In software, there are at least three models I can think of immediately: code, configuration and user data.

Why do I separate configuration? Isn't configuration just code or data? I don't think it is. It is data _about_ a particular system, as opposed to a particular user.

Why the distinction here? The code of a system can be designed, developed, and tested against a set of supported configurations. At that point, the system might only run under one configuration at a time, but can be trusted from a requirements perspective to operate under other configurations without needing to go through the whole software development lifecycle again.

Why not just store this in user data, then? Different requirements. Three off the top of my head: configuration data wants much better change management than most user data does. That management wants to be exportable and importable. It wants different access controls.

Historically, configuration data change management has been done in SCM, such as git. The reason why git isn't a big deal in development is because it is not a point of particularly high friction relative to the other parts of the software development lifecycle. It is a _much_ bigger point of friction in configuration changes.

Hence, three models.

We can argue about whether or not configuration changes _ought_ to go through the full cycle, because I am wrong to trust _any_ change to a system with anything less. My practical experience suggests that most of the time, the damage done is less than the cost of enforcing a strict lifecycle on everything.

To make this concrete: terraform for me has been part code, part configuration.

I define a resource, and provide a whole set of knobs on that resource. That's the code part. I test that code against a variety of configurations, the same way I might unit test application code against a variety of app configurations. I also verify that changing knobs from one setting to another behaves. With automated testing, this actually isn't all that hard to do. Once I've verified things work right, I deploy.

At this point, I will default to trusting that things will work. This is the configuration part. Set these knobs to whatever permitted value you want, and the system will update behavior based on those new values. Most of the time, things like this work. That is good enough for me.

You obviously have never worked in Aerospace or Safety critical systems
"Deploying every day isn't _that_ difficult"

Just don't ever ask to roll back...

Why? Keep build artifacts and deploy any build you like.
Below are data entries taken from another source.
import type { MigrationInterface, QueryRunner } from 'typeorm';

/**
 * Turnaround and quality figures. `study_turnaround` holds one narrow row per study with the times
 * the chief's figures are made of, kept by statement-level triggers in the same transaction as the
 * change that moves them (so the figures never lag and no writer can forget them):
 * - `started_at`: procedure end, else procedure start, else when the record was opened (`start_basis`
 *   says which), so a study is never left out of the figures;
 * - `physician_id`: who signed the first version, else the study's operator (who owns the signature);
 * - `signed_at`: the first signature; `coded_at`: the first completed code review; `delivered_at`: the
 *   first delivery of a signed version to the EHR. A step not yet taken stays NULL: its interval is open.
 * - quality counts of the version in force, taken from what was signed (the record's vessels, the
 *   physiology core's analysis and the thresholds the report was judged by).
 * `overdue_notice` records the one notice sent for a study that passed its signature target unsigned;
 * the row and the mail job are written in one transaction, and the key makes a second one impossible.
 */
export class Turnaround1765400000000 implements MigrationInterface {
  name = 'Turnaround1765400000000';

  async up(db: QueryRunner): Promise<void> {
    await db.query(`
      CREATE TABLE study_turnaround (
        study_id uuid PRIMARY KEY REFERENCES study (id) ON DELETE CASCADE,
        started_at timestamptz NOT NULL,
        start_basis text NOT NULL CHECK (start_basis IN ('procedure-end', 'procedure-start', 'opened')),
        physician_id uuid NULL REFERENCES app_user (id) ON DELETE SET NULL,
        signed_at timestamptz NULL,
        coded_at timestamptz NULL,
        delivered_at timestamptz NULL,
        endotype text NULL,
        vessels smallint NOT NULL DEFAULT 0,
        warned_vessels smallint NOT NULL DEFAULT 0,
        pressure_vessels smallint NOT NULL DEFAULT 0,
        drift_vessels smallint NOT NULL DEFAULT 0,
        drift_outside_vessels smallint NOT NULL DEFAULT 0,
        -- The drift band of each checked vessel (width_bucket over the edges in shared/turnaround/figures.ts).
        drift_bins smallint[] NOT NULL DEFAULT '{}',
        thermo_vessels smallint NOT NULL DEFAULT 0,
        thermo_complete_vessels smallint NOT NULL DEFAULT 0
      )`);
    // The figures read a date range of started_at: the index carries every column they need, so a
    // range is read in order from the index alone (index-only scan) however the rows' updates have
    // scattered them over the table. The overdue list and notices read the unsigned ones.
    await db.query(`
      CREATE INDEX study_turnaround_started_idx ON study_turnaround (started_at)
      INCLUDE (physician_id, start_basis, signed_at, coded_at, delivered_at, endotype, vessels, warned_vessels,
               pressure_vessels, drift_vessels, drift_outside_vessels, drift_bins, thermo_vessels, thermo_complete_vessels)`);
    await db.query(`CREATE INDEX study_turnaround_unsigned_idx ON study_turnaround (started_at) WHERE signed_at IS NULL`);

    await db.query(`
      CREATE FUNCTION study_turnaround_start(ended timestamptz, started timestamptz, created timestamptz) RETURNS timestamptz
      LANGUAGE sql IMMUTABLE AS $$ SELECT COALESCE(ended, started, created) $$`);
    await db.query(`
      CREATE FUNCTION study_turnaround_basis(ended timestamptz, started timestamptz) RETURNS text
      LANGUAGE sql IMMUTABLE AS $$
        SELECT CASE WHEN ended IS NOT NULL THEN 'procedure-end' WHEN started IS NOT NULL THEN 'procedure-start' ELSE 'opened' END
      $$`);

    await db.query(`
      CREATE FUNCTION study_turnaround_on_study_insert() RETURNS trigger LANGUAGE plpgsql AS $$
      BEGIN
        INSERT INTO study_turnaround (study_id, started_at, start_basis, physician_id)
        SELECT n.id, study_turnaround_start(n.procedure_ended_at, n.procedure_started_at, n.created_at),
               study_turnaround_basis(n.procedure_ended_at, n.procedure_started_at), n.operator_id
        FROM inserted n
        ON CONFLICT (study_id) DO NOTHING;
        RETURN NULL;
      END $$`);
    await db.query(`
      CREATE TRIGGER study_turnaround_insert AFTER INSERT ON study REFERENCING NEW TABLE AS inserted
      FOR EACH STATEMENT EXECUTE FUNCTION study_turnaround_on_study_insert()`);

    await db.query(`
      CREATE FUNCTION study_turnaround_on_study_update() RETURNS trigger LANGUAGE plpgsql AS $$
      BEGIN
        UPDATE study_turnaround t
        SET started_at = study_turnaround_start(n.procedure_ended_at, n.procedure_started_at, n.created_at),
            start_basis = study_turnaround_basis(n.procedure_ended_at, n.procedure_started_at),
            physician_id = CASE WHEN t.signed_at IS NULL THEN n.operator_id ELSE t.physician_id END
        FROM updated n JOIN previous o ON o.id = n.id
        WHERE t.study_id = n.id
          AND (o.procedure_ended_at IS DISTINCT FROM n.procedure_ended_at
            OR o.procedure_started_at IS DISTINCT FROM n.procedure_started_at
            OR o.created_at IS DISTINCT FROM n.created_at
            OR o.operator_id IS DISTINCT FROM n.operator_id);
        RETURN NULL;
      END $$`);
    await db.query(`
      CREATE TRIGGER study_turnaround_update AFTER UPDATE ON study REFERENCING OLD TABLE AS previous NEW TABLE AS updated
      FOR EACH STATEMENT EXECUTE FUNCTION study_turnaround_on_study_update()`);

    // The quality counts of one signed version, from what was signed: the record's vessels (pressures,
    // drift check, transit times), the physiology core's analysis (warnings per vessel, endotype) and
    // the thresholds the report was judged by (drift window, injections expected per state).
    await db.query(`
      CREATE FUNCTION study_turnaround_quality(snapshot jsonb, analysis jsonb, thresholds jsonb,
        OUT endotype text, OUT vessels integer, OUT warned_vessels integer, OUT pressure_vessels integer,
        OUT drift_vessels integer, OUT drift_outside_vessels integer, OUT drift_bins smallint[],
        OUT thermo_vessels integer, OUT thermo_complete_vessels integer)
      LANGUAGE sql IMMUTABLE AS $$
        SELECT analysis->>'endotype',
               (SELECT count(*)::int FROM jsonb_array_elements(CASE WHEN jsonb_typeof(analysis->'vessels') = 'array' THEN analysis->'vessels' ELSE '[]' END)),
               (SELECT count(*)::int FROM jsonb_array_elements(CASE WHEN jsonb_typeof(analysis->'vessels') = 'array' THEN analysis->'vessels' ELSE '[]' END) a
                 WHERE jsonb_typeof(a->'warnings') = 'array' AND jsonb_array_length(a->'warnings') > 0),
               count(*) FILTER (WHERE v.pressure)::int,
               count(*) FILTER (WHERE v.pressure AND v.drift IS NOT NULL)::int,
               count(*) FILTER (WHERE v.pressure AND (v.drift < v.low OR v.drift > v.high))::int,
               COALESCE(array_agg(width_bucket(v.drift, '{0.95,0.96,0.97,0.98,0.99,1.00,1.01,1.02,1.03,1.04,1.05}'::numeric[])::smallint)
                          FILTER (WHERE v.pressure AND v.drift IS NOT NULL), '{}'),
               count(*) FILTER (WHERE v.rest_n + v.hyp_n > 0)::int,
               count(*) FILTER (WHERE v.rest_n + v.hyp_n > 0 AND v.rest_n >= v.min_n AND v.hyp_n >= v.min_n)::int
        FROM (
          SELECT (e->>'restPa' IS NOT NULL AND e->>'restPd' IS NOT NULL)
                   OR (e->>'hyperemiaPa' IS NOT NULL AND e->>'hyperemiaPd' IS NOT NULL)
                   OR e->>'consoleFfr' IS NOT NULL OR e->>'nhprValue' IS NOT NULL AS pressure,
                 CASE WHEN jsonb_typeof(e->'driftPdPa') = 'number' THEN (e->>'driftPdPa')::numeric END AS drift,
                 COALESCE((thresholds->>'driftLow')::numeric, 0.98) AS low,
                 COALESCE((thresholds->>'driftHigh')::numeric, 1.02) AS high,
                 COALESCE((thresholds->>'minInjections')::int, 3) AS min_n,
                 (SELECT count(*) FROM jsonb_array_elements(CASE WHEN jsonb_typeof(e->'restTransit') = 'array' THEN e->'restTransit' ELSE '[]' END) x WHERE jsonb_typeof(x) = 'number') AS rest_n,
                 (SELECT count(*) FROM jsonb_array_elements(CASE WHEN jsonb_typeof(e->'hyperemiaTransit') = 'array' THEN e->'hyperemiaTransit' ELSE '[]' END) x WHERE jsonb_typeof(x) = 'number') AS hyp_n
          FROM jsonb_array_elements(CASE WHEN jsonb_typeof(snapshot->'vessels') = 'array' THEN snapshot->'vessels' ELSE '[]' END) e
        ) v
      $$`);

    // A signature: the first one sets the time and the physician; the newest version brings its quality.
    await db.query(`
      CREATE FUNCTION study_turnaround_on_signature() RETURNS trigger LANGUAGE plpgsql AS $$
      BEGIN
        -- One UPDATE per study (each update leaves a row version behind until vacuum).
        UPDATE study_turnaround t
        SET signed_at = LEAST(COALESCE(t.signed_at, f.signed_at), f.signed_at),
            physician_id = CASE WHEN t.signed_at IS NULL OR f.signed_at < t.signed_at THEN f.signed_by ELSE t.physician_id END,
            endotype = q.endotype, vessels = q.vessels, warned_vessels = q.warned_vessels,
            pressure_vessels = q.pressure_vessels, drift_vessels = q.drift_vessels,
            drift_outside_vessels = q.drift_outside_vessels, drift_bins = q.drift_bins,
            thermo_vessels = q.thermo_vessels, thermo_complete_vessels = q.thermo_complete_vessels
        FROM (SELECT DISTINCT ON (study_id) study_id, signed_at, signed_by FROM signed ORDER BY study_id, version_no, signed_at) f
        JOIN (SELECT DISTINCT ON (study_id) study_id, snapshot, analysis, thresholds FROM signed ORDER BY study_id, version_no DESC) l ON l.study_id = f.study_id
        CROSS JOIN LATERAL study_turnaround_quality(l.snapshot, l.analysis, l.thresholds) q
        WHERE t.study_id = f.study_id;
        RETURN NULL;
      END $$`);
    await db.query(`
      CREATE TRIGGER study_turnaround_signature AFTER INSERT ON report_version REFERENCING NEW TABLE AS signed
      FOR EACH STATEMENT EXECUTE FUNCTION study_turnaround_on_signature()`);

    // The first completed code review, and the first delivery to the EHR, stay as they were first reached.
    await db.query(`
      CREATE FUNCTION study_turnaround_on_review() RETURNS trigger LANGUAGE plpgsql AS $$
      BEGIN
        UPDATE study_turnaround t SET coded_at = LEAST(COALESCE(t.coded_at, r.completed_at), r.completed_at)
        FROM reviews r WHERE t.study_id = r.study_id AND r.status = 'coded' AND r.completed_at IS NOT NULL;
        RETURN NULL;
      END $$`);
    await db.query(`
      CREATE FUNCTION study_turnaround_on_delivery() RETURNS trigger LANGUAGE plpgsql AS $$
      BEGIN
        UPDATE study_turnaround t SET delivered_at = LEAST(COALESCE(t.delivered_at, d.delivered_at), d.delivered_at)
        FROM (SELECT study_id, min(delivered_at) AS delivered_at FROM deliveries WHERE delivered_at IS NOT NULL GROUP BY study_id) d
        WHERE t.study_id = d.study_id;
        RETURN NULL;
      END $$`);
    for (const op of ['INSERT', 'UPDATE']) {
      const suffix = op.toLowerCase();
      await db.query(`
        CREATE TRIGGER study_turnaround_review_${suffix} AFTER ${op} ON coding_review REFERENCING NEW TABLE AS reviews
        FOR EACH STATEMENT EXECUTE FUNCTION study_turnaround_on_review()`);
      await db.query(`
        CREATE TRIGGER study_turnaround_delivery_${suffix} AFTER ${op} ON report_delivery REFERENCING NEW TABLE AS deliveries
        FOR EACH STATEMENT EXECUTE FUNCTION study_turnaround_on_delivery()`);
    }

    // Studies recorded before this migration: the same rules, once.
    await db.query(`
      INSERT INTO study_turnaround (study_id, started_at, start_basis, physician_id)
      SELECT id, study_turnaround_start(procedure_ended_at, procedure_started_at, created_at),
             study_turnaround_basis(procedure_ended_at, procedure_started_at), operator_id
      FROM study ON CONFLICT (study_id) DO NOTHING`);
    await db.query(`
      WITH first AS (SELECT DISTINCT ON (study_id) study_id, signed_at, signed_by FROM report_version ORDER BY study_id, version_no)
      UPDATE study_turnaround t SET signed_at = f.signed_at, physician_id = f.signed_by FROM first f WHERE t.study_id = f.study_id`);
    await db.query(`
      UPDATE study_turnaround t
      SET endotype = q.endotype, vessels = q.vessels, warned_vessels = q.warned_vessels,
          pressure_vessels = q.pressure_vessels, drift_vessels = q.drift_vessels,
          drift_outside_vessels = q.drift_outside_vessels, drift_bins = q.drift_bins,
          thermo_vessels = q.thermo_vessels, thermo_complete_vessels = q.thermo_complete_vessels
      FROM (SELECT DISTINCT ON (study_id) study_id, snapshot, analysis, thresholds FROM report_version ORDER BY study_id, version_no DESC) l
      CROSS JOIN LATERAL study_turnaround_quality(l.snapshot, l.analysis, l.thresholds) q
      WHERE t.study_id = l.study_id`);
    // Before this table only the newest completed review was kept: it stands in for the first.
    await db.query(`
      UPDATE study_turnaround t SET coded_at = r.completed_at FROM coding_review r
      WHERE t.study_id = r.study_id AND r.status = 'coded'`);
    await db.query(`
      UPDATE study_turnaround t SET delivered_at = d.delivered_at
      FROM (SELECT study_id, min(delivered_at) AS delivered_at FROM report_delivery WHERE delivered_at IS NOT NULL GROUP BY study_id) d
      WHERE t.study_id = d.study_id`);

    await db.query(`
      CREATE TABLE overdue_notice (
        study_id uuid PRIMARY KEY REFERENCES study (id) ON DELETE CASCADE,
        physician_id uuid NULL REFERENCES app_user (id) ON DELETE SET NULL,
        target_hours numeric NOT NULL,
        due_at timestamptz NOT NULL,
        queued_at timestamptz NOT NULL DEFAULT now(),
        sent_at timestamptz NULL,
        recipients integer NULL
      )`);
  }

  async down(db: QueryRunner): Promise<void> {
    await db.query(`DROP TABLE overdue_notice`);
    for (const suffix of ['insert', 'update']) {
      await db.query(`DROP TRIGGER study_turnaround_review_${suffix} ON coding_review`);
      await db.query(`DROP TRIGGER study_turnaround_delivery_${suffix} ON report_delivery`);
    }
    await db.query(`DROP TRIGGER study_turnaround_signature ON report_version`);
    await db.query(`DROP TRIGGER study_turnaround_update ON study`);
    await db.query(`DROP TRIGGER study_turnaround_insert ON study`);
    await db.query(`DROP FUNCTION study_turnaround_on_delivery()`);
    await db.query(`DROP FUNCTION study_turnaround_on_review()`);
    await db.query(`DROP FUNCTION study_turnaround_on_signature()`);
    await db.query(`DROP FUNCTION study_turnaround_quality(jsonb, jsonb, jsonb)`);
    await db.query(`DROP FUNCTION study_turnaround_on_study_update()`);
    await db.query(`DROP FUNCTION study_turnaround_on_study_insert()`);
    await db.query(`DROP FUNCTION study_turnaround_basis(timestamptz, timestamptz)`);
    await db.query(`DROP FUNCTION study_turnaround_start(timestamptz, timestamptz, timestamptz)`);
    await db.query(`DROP TABLE study_turnaround`);
  }
}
Do you have a state or dependency problem?
It's quite common for one service to depend on another (or multiple others), on the network/firewall state, on configurations that might affect or be affected by other services, etc.

What looks simple when you're the king of your own little kingdom suddenly doesn't seem as simple when that fantasy meets the reality of sharing the world with others.

Same reason clocks shouldn't jump backwards, it breaks so many assumptions you end up with insanity. Do a revert commit so it's the old code in new clothing.
Sure, my bad. I was thinking of the case when the build fails in deployment, not after it is fully deployed. In that case, it should be okay to revert to the last successful build.
Great that your setup work, i personally hate terraform and try to avoid it.

k8s is also KISS but it brings even more 'out of the box' like logging and monitoring, would highly recommend you to take a look perhaps you like it.

Terraforms state management is bad and a lot of people don't get that you store secrets in them. Bootstrapping this securly already needs infrastructure like remote stores.

Jenkins is fine i would say but with argocd you actually gain real insight. Argocd is also IaC and you can manage argocd through argocd.

The adoption of argocd in the platforms i have build, is great. Developer teams love it, get used to it very fast and don't need cluster access/ (in your case vm access).

With k8s you also get zero downtime deployment, blue / green basically for free.